#### [EXERCISE BRIEF]
Some lines in the entries contain the word "such". Copy all of them.
------------------------------------
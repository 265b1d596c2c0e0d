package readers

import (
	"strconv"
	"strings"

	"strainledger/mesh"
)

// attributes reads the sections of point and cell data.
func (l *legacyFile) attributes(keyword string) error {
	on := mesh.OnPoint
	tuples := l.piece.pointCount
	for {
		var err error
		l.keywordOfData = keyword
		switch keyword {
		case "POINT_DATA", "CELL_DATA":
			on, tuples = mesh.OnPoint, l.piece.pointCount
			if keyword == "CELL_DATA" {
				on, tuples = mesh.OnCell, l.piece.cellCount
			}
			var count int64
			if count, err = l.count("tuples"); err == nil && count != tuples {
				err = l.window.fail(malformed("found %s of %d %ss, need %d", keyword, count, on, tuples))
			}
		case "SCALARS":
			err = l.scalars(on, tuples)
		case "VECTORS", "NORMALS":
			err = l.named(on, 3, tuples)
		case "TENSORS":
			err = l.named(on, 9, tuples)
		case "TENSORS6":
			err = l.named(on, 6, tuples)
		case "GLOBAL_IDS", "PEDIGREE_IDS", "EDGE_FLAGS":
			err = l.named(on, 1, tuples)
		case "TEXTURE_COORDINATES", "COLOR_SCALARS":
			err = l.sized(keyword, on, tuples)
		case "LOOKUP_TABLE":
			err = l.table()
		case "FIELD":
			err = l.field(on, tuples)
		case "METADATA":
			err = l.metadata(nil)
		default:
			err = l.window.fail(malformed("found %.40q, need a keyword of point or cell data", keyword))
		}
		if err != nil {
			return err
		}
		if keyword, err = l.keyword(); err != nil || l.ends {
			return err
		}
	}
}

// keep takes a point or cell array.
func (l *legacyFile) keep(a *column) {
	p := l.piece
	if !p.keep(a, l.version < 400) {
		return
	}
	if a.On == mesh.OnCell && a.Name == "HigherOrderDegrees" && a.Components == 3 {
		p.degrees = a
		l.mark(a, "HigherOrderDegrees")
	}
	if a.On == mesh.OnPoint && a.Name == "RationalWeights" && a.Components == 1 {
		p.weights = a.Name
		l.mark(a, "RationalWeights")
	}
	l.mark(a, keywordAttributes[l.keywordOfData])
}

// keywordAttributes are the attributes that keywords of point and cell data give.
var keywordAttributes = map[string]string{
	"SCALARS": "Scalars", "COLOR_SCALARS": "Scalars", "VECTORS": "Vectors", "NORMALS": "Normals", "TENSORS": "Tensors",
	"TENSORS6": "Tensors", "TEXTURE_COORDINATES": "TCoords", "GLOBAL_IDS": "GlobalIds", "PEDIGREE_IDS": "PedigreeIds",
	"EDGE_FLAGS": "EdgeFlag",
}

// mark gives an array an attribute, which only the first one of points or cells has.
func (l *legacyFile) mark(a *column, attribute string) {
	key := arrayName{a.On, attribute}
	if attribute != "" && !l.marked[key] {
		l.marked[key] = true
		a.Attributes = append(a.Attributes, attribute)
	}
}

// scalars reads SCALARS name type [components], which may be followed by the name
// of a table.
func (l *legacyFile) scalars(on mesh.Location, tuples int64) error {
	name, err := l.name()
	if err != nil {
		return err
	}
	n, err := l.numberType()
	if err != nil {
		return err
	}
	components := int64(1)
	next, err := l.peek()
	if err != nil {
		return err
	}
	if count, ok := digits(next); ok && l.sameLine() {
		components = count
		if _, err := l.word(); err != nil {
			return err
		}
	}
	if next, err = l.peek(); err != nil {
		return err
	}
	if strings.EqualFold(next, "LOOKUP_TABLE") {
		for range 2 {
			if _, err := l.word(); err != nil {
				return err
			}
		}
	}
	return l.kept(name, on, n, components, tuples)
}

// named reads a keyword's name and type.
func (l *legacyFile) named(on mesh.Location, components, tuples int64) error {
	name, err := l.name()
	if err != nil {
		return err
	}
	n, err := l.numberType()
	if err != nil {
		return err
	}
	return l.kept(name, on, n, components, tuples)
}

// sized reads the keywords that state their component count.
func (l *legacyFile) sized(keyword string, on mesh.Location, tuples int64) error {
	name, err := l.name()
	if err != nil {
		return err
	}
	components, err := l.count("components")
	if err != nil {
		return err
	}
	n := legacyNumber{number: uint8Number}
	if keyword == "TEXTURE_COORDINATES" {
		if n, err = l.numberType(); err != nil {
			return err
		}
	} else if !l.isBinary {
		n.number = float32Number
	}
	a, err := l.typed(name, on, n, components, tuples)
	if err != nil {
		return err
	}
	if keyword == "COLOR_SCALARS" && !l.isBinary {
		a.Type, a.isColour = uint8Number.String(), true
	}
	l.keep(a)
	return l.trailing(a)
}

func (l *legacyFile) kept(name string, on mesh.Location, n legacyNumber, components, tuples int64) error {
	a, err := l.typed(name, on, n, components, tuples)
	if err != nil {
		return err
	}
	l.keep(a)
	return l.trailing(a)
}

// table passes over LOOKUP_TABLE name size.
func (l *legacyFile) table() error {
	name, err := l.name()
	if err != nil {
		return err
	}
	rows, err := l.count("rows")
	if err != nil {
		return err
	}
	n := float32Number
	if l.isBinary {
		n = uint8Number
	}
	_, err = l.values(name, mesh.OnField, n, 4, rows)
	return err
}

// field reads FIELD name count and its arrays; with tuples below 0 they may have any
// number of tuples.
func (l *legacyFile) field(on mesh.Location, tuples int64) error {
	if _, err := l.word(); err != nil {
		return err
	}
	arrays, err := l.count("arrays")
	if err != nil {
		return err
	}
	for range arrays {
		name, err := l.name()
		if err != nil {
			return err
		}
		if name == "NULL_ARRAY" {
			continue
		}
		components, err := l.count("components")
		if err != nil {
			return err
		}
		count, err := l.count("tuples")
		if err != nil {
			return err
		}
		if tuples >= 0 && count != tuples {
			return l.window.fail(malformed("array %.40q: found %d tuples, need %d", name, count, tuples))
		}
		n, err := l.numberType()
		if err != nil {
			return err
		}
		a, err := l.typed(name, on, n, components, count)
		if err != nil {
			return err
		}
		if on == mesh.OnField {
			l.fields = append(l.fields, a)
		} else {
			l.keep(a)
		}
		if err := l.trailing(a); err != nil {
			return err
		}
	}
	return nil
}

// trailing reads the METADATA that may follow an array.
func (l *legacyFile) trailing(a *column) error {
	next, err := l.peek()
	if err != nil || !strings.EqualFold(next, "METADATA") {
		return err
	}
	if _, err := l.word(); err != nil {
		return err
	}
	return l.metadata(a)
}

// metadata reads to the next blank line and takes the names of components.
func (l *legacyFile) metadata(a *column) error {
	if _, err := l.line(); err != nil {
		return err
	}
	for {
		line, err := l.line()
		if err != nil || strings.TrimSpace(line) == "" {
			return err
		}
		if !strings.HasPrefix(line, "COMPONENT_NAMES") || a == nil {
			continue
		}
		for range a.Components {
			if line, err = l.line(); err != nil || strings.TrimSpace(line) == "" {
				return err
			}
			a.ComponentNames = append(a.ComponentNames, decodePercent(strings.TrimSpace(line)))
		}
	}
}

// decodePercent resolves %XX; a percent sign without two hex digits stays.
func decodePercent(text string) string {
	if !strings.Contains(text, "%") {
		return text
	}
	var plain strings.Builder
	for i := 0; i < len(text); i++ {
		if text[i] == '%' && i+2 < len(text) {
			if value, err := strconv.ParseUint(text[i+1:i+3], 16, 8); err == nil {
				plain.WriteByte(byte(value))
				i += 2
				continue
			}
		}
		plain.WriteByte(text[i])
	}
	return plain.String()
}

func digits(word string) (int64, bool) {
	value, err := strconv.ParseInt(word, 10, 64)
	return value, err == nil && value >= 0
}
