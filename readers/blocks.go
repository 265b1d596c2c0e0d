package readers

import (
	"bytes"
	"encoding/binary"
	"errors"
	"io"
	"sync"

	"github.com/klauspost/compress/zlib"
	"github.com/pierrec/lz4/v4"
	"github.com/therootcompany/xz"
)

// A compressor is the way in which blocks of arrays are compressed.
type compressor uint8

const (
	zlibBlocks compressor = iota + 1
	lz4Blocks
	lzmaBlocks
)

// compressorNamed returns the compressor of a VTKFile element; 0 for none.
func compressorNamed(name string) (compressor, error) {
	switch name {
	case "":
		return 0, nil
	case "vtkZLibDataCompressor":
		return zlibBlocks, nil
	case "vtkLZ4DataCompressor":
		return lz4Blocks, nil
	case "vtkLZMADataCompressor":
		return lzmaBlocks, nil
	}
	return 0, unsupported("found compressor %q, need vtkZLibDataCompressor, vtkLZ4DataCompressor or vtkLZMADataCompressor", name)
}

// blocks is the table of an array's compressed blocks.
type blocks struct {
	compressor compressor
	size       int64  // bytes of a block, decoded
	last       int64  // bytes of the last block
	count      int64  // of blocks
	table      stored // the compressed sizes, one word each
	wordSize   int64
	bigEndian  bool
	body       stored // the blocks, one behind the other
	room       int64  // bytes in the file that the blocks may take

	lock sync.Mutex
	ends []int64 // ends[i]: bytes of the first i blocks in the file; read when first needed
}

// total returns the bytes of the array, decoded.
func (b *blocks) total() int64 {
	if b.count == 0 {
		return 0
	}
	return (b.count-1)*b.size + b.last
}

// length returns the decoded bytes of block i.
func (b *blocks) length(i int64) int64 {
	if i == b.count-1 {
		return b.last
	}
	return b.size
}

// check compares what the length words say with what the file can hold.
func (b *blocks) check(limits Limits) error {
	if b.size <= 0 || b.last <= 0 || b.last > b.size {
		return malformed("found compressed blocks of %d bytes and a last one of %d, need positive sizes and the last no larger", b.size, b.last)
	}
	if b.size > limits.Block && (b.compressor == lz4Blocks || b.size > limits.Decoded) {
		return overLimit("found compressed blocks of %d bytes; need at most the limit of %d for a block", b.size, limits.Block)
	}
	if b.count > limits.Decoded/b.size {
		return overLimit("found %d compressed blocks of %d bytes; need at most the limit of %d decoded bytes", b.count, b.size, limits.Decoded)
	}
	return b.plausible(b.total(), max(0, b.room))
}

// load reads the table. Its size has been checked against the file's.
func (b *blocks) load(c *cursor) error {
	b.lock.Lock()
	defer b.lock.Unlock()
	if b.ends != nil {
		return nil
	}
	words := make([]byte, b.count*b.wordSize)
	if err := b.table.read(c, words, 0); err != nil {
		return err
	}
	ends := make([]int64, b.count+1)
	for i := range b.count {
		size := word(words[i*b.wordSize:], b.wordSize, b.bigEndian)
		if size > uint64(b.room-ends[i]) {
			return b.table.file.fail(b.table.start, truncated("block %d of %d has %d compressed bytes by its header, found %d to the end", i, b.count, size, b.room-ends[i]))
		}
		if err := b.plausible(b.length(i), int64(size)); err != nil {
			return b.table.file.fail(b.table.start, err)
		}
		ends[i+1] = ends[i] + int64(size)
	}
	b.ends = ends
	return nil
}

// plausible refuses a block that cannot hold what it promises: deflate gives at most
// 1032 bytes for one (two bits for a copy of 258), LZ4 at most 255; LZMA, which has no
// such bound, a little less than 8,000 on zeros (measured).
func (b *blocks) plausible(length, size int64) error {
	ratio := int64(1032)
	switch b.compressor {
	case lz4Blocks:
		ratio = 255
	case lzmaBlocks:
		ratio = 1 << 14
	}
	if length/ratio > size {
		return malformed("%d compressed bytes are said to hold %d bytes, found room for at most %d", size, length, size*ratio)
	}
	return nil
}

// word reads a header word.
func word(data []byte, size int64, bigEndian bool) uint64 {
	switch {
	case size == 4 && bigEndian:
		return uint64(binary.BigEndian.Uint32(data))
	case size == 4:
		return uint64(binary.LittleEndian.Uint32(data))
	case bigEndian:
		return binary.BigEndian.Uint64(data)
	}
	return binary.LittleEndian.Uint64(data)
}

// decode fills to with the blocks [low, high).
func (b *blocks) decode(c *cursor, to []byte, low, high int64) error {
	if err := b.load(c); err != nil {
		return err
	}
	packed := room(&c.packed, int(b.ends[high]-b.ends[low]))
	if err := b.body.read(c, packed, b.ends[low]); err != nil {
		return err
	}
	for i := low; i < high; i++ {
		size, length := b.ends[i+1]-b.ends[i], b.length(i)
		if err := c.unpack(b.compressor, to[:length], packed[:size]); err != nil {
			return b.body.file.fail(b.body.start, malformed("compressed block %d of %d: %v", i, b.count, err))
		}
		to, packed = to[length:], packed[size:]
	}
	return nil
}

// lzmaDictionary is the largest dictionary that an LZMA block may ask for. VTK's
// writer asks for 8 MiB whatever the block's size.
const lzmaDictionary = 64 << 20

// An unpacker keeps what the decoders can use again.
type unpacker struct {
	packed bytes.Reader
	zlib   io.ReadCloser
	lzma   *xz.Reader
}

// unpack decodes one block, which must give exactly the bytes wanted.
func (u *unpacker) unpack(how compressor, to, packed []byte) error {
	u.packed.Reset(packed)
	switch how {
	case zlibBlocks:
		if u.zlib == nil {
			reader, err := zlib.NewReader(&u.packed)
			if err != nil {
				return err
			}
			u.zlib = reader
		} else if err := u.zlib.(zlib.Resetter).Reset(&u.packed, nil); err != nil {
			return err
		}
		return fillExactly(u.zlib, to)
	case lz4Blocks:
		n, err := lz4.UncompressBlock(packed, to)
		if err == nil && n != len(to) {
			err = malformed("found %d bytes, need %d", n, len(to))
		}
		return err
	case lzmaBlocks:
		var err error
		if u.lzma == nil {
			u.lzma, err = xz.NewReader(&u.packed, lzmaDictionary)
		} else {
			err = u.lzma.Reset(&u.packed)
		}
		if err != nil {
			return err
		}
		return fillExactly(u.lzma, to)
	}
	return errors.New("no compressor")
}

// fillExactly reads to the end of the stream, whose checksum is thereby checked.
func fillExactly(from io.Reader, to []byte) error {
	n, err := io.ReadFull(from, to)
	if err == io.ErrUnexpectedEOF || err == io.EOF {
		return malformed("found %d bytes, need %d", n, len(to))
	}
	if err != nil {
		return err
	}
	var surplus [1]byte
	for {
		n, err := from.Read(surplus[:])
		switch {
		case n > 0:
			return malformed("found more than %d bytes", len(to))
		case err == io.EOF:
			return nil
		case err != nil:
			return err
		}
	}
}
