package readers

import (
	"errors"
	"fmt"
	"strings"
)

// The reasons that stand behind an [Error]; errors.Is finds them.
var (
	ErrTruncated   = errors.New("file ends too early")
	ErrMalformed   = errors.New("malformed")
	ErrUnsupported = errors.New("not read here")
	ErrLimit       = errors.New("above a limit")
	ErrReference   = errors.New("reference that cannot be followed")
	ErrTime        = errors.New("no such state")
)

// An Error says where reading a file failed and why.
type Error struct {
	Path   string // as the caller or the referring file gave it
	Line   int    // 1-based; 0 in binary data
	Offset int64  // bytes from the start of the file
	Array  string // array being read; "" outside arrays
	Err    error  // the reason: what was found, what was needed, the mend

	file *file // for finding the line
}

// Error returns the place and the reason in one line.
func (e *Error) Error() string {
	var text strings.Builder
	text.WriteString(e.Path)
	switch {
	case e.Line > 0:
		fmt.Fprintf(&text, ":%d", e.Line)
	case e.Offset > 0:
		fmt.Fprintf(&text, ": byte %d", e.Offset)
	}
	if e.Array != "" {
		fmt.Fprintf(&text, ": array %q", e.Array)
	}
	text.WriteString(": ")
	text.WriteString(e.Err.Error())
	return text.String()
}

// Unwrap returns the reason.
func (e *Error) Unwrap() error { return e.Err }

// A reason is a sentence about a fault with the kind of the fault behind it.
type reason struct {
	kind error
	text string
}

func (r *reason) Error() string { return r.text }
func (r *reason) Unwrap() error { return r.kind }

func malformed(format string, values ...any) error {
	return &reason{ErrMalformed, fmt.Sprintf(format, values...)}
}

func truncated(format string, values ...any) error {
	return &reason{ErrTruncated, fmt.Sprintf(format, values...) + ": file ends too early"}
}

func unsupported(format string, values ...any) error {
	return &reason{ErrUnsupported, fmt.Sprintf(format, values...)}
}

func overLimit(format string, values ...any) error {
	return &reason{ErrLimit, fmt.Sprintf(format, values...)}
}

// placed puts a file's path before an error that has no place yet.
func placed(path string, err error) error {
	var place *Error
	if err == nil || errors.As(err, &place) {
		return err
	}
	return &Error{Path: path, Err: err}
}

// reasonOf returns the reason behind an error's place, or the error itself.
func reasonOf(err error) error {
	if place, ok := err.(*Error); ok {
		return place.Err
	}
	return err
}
------------------------------------
#### [ANSWER TO THIS TASK]
// such bound, a little less than 8,000 on zeros (measured).
	ErrTime        = errors.New("no such state")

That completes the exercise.